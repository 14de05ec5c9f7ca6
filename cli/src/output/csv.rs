//! `modes.csv`: one line per mode, written with the `csv` crate (RFC 4180 quoting).
//! Per-port columns end in `_<port name>`, per-load columns in `_<load name>`, with the
//! names as written in the geometry file (a name with a comma or quote is quoted, not
//! altered); infinite Q is written `inf`.

use super::summary::ModeRow;
use anyhow::{Context, Result};
use std::path::Path;

fn num(v: f64) -> String {
    if v.is_finite() {
        format!("{v:.6e}")
    } else if v > 0.0 {
        "inf".into()
    } else {
        "nan".into()
    }
}

/// Columns every file has, in order.
const FIXED_COLUMNS: [&str; 15] = [
    "index",
    "frequency_ghz",
    "frequency_imag_ghz",
    "delta_mhz",
    "residual",
    "divergence",
    "in_band",
    "q_eigen",
    "q_loaded",
    "q_unloaded",
    "q_dielectric",
    "q_walls",
    "bandwidth_mhz",
    "q_balance",
    "q_check_relative",
];

/// The header: the fixed columns, four per port, one per load.
fn header(ports: &[String], loads: &[String]) -> Vec<String> {
    let mut h: Vec<String> = FIXED_COLUMNS.iter().map(|c| c.to_string()).collect();
    for p in ports {
        for c in ["q_ext", "coupling", "reflection", "load_power_fraction"] {
            h.push(format!("{c}_{p}"));
        }
    }
    for l in loads {
        h.push(format!("load_energy_fraction_{l}"));
    }
    h
}

/// One record in header order.
fn record(r: &ModeRow, ports: usize, loads: &[String]) -> Vec<String> {
    let mut v = vec![
        r.index.to_string(),
        format!("{:.9}", r.frequency_ghz),
        num(r.frequency_imag_ghz),
        format!("{:.4}", r.delta_mhz),
        format!("{:.3e}", r.residual),
        format!("{:.3e}", r.divergence),
        r.in_band.to_string(),
        num(r.q_eigen),
        num(r.q_loaded),
        num(r.q_unloaded),
        num(r.q_dielectric),
        num(r.q_walls),
        num(r.bandwidth_mhz),
        num(r.q_balance),
        r.q_check_relative.map(num).unwrap_or_default(),
    ];
    for p in 0..ports {
        let g = |x: &[f64]| x.get(p).copied().map(num).unwrap_or_default();
        v.extend([
            g(&r.q_ports),
            g(&r.coupling),
            g(&r.reflection),
            g(&r.load_power_fraction),
        ]);
    }
    for l in loads {
        v.push(
            r.load_energy_fraction
                .get(l)
                .copied()
                .map(num)
                .unwrap_or_default(),
        );
    }
    v
}

/// The whole file as text.
fn to_string(rows: &[ModeRow], ports: &[String], loads: &[String]) -> Result<String> {
    let mut w = csv::Writer::from_writer(Vec::new());
    w.write_record(header(ports, loads))?;
    for r in rows {
        w.write_record(record(r, ports.len(), loads))?;
    }
    let bytes = w.into_inner().context("finishing the CSV text")?;
    String::from_utf8(bytes).context("CSV text is not UTF-8")
}

pub fn write(path: &Path, rows: &[ModeRow], ports: &[String], loads: &[String]) -> Result<()> {
    let text = to_string(rows, ports, loads)?;
    super::folder::write_atomic(path, text)
}

#[cfg(test)]
mod tests {
    use super::*;

    /// A port name with a comma and a quote survives a round trip through a CSV reader
    /// (RFC 4180 quoting: the field in double quotes, inner quotes doubled), and every
    /// record has as many fields as the header.
    #[test]
    fn names_with_commas_and_quotes_round_trip() {
        let ports = vec!["feed, \"left\"".to_string()];
        let loads = vec!["water".to_string()];
        let row = ModeRow {
            index: 1,
            frequency_ghz: 2.45,
            frequency_imag_ghz: 0.0,
            delta_mhz: 0.0,
            residual: 1e-12,
            divergence: 1e-12,
            in_band: true,
            q_eigen: f64::INFINITY,
            q_loaded: 100.0,
            q_unloaded: 200.0,
            q_dielectric: 200.0,
            q_walls: f64::INFINITY,
            q_ports: vec![200.0],
            coupling: vec![1.0],
            reflection: vec![0.0],
            load_power_fraction: vec![1.0],
            load_energy_fraction: [("water".to_string(), 0.5)].into_iter().collect(),
            bandwidth_mhz: 24.5,
            q_balance: 100.0,
            q_check_relative: None,
        };
        let text = to_string(&[row], &ports, &loads).expect("csv");
        let mut rd = csv::Reader::from_reader(text.as_bytes());
        let head = rd.headers().expect("header").clone();
        assert_eq!(head.len(), FIXED_COLUMNS.len() + 4 + 1);
        assert_eq!(&head[FIXED_COLUMNS.len()], "q_ext_feed, \"left\"");
        let recs: Vec<csv::StringRecord> = rd.records().map(|r| r.expect("record")).collect();
        assert_eq!(recs.len(), 1);
        assert_eq!(recs[0].len(), head.len());
        assert_eq!(&recs[0][7], "inf");
    }
}
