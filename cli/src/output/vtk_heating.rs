//! `heating_<f>GHz.vtu` per field frequency of `antinode drive`, and `heating.pvd`
//! listing them (timestep = frequency in GHz).
//!
//! Point data: `E_real`, `E_imag` (V/m, peak phasor of the actual drive, e^{jωt}) and
//! `E_magnitude`, vertex averages of the incident cells. Cell data: `region`,
//! `heating_W_per_m3` (the cell average of q = ½ωε0ε″|E|², so Σ q V is the absorbed
//! power), with `--spread` `heating_W_per_m3_spread` (the average over the source
//! spectrum) and with `--time` `temperature_rise_K` (ΔT = q t/(ρ c_p), no conduction).
//! All values come from the solver; this module only lays them out.

use antinode_mesh::vtk::{self, CellBlock, DataArray, VtuPiece};
use antinode_mesh::TetMesh;
use antinode_solver::driven::solve::VertexField;
use anyhow::{Context, Result};
use std::path::Path;

/// File name of the field at `freq_ghz`.
pub fn file_name(freq_ghz: f64) -> String {
    format!("heating_{freq_ghz:.4}GHz.vtu")
}

/// One field frequency's arrays.
pub struct HeatingField<'a> {
    pub freq_ghz: f64,
    pub e: &'a VertexField,
    pub heating: &'a [f64],
    pub heating_spread: Option<&'a [f64]>,
    pub temperature_rise: Option<&'a [f64]>,
}

pub fn write_one(dir: &Path, mesh: &TetMesh, f: &HeatingField<'_>) -> Result<()> {
    let path = dir.join(file_name(f.freq_ghz));
    let mut cell_data = vec![
        DataArray::UInts {
            name: "region",
            values: &mesh.tet_region,
        },
        DataArray::Scalars {
            name: "heating_W_per_m3",
            values: f.heating,
        },
    ];
    if let Some(h) = f.heating_spread {
        cell_data.push(DataArray::Scalars {
            name: "heating_W_per_m3_spread",
            values: h,
        });
    }
    if let Some(t) = f.temperature_rise {
        cell_data.push(DataArray::Scalars {
            name: "temperature_rise_K",
            values: t,
        });
    }
    vtk::write_vtu(
        &path,
        &VtuPiece {
            points: &mesh.nodes,
            cells: CellBlock::Tets(&mesh.tets),
            point_data: vec![
                DataArray::Vectors {
                    name: "E_real",
                    values: &f.e.re,
                },
                DataArray::Vectors {
                    name: "E_imag",
                    values: &f.e.im,
                },
                DataArray::Scalars {
                    name: "E_magnitude",
                    values: &f.e.magnitude,
                },
            ],
            cell_data,
        },
    )
    .with_context(|| format!("writing heating field {}", path.display()))
}

/// `heating.pvd` over the written files.
pub fn write_pvd(dir: &Path, freqs_ghz: &[f64]) -> Result<()> {
    let entries: Vec<(f64, String)> = freqs_ghz.iter().map(|&f| (f, file_name(f))).collect();
    let pvd = dir.join("heating.pvd");
    vtk::write_pvd(&pvd, &entries)
        .with_context(|| format!("writing the heating collection {}", pvd.display()))
}
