# ---------------------------------------------------------------------------- study, claims
def _load_study(tmp_path: Path, text: str):
    from profiler.study import load_study_file

    path = tmp_path / "study.toml"
    path.write_text(text, encoding="utf-8")
    return load_study_file(path)


def _load_claims(tmp_path: Path, text: str):
    from profiler.claims import load_claims

    path = tmp_path / "claims.toml"
    path.write_text(text, encoding="utf-8")
    return load_claims(path)


def _toml_case(tmp_path, data, base: str, table: str, label: str, load) -> None:
    """A mutation of ``base``: its text garbled, or its parsed tree altered and re-written."""
    import tomllib

    if data.draw(st.booleans()):
        text = data.draw(mutated_text(base))
    else:
        text = to_toml(data.draw(mutated_tree(tomllib.loads(base))), table)
    expect_load_or_input_error(label, load, tmp_path, _safe(text))


def _study_case(tmp_path, data):
    _toml_case(tmp_path, data, STUDY, "curve", "study-toml", _load_study)


def _claims_case(tmp_path, data):
    _toml_case(tmp_path, data, CLAIMS, "claim", "claims-toml", _load_claims)


@FAST
@given(data=st.data())
def test_study_files_load_or_raise_input_error(tmp_path, data):
    """Mutated study files: a StudySpec, or InputError naming the file and field."""
    _study_case(tmp_path, data)


@FAST
@given(data=st.data())
def test_claims_files_load_or_raise_input_error(tmp_path, data):
    """Mutated claims files: a list of claims, or InputError."""
    _claims_case(tmp_path, data)


# ---------------------------------------------------------------------------- fit CSV
def _read_csv(tmp_path: Path, text: str):
    from profiler.fitcsv import read_fit_csv

    path = tmp_path / "fit.csv"
    path.write_text(text, encoding="utf-8")
    return read_fit_csv(path)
====================
The expected output is the exact run of lines from the start of the entries through the line with "Per-port columns end", inclusive.

repository 14de05ec5c9f7ca6
filename cli/src/output/csv.rs
//! `modes.csv`: one line per mode, written with the `csv` crate (RFC 4180 quoting).
//! Per-port columns end in `_<port name>`, per-load columns in `_<load name>`, with the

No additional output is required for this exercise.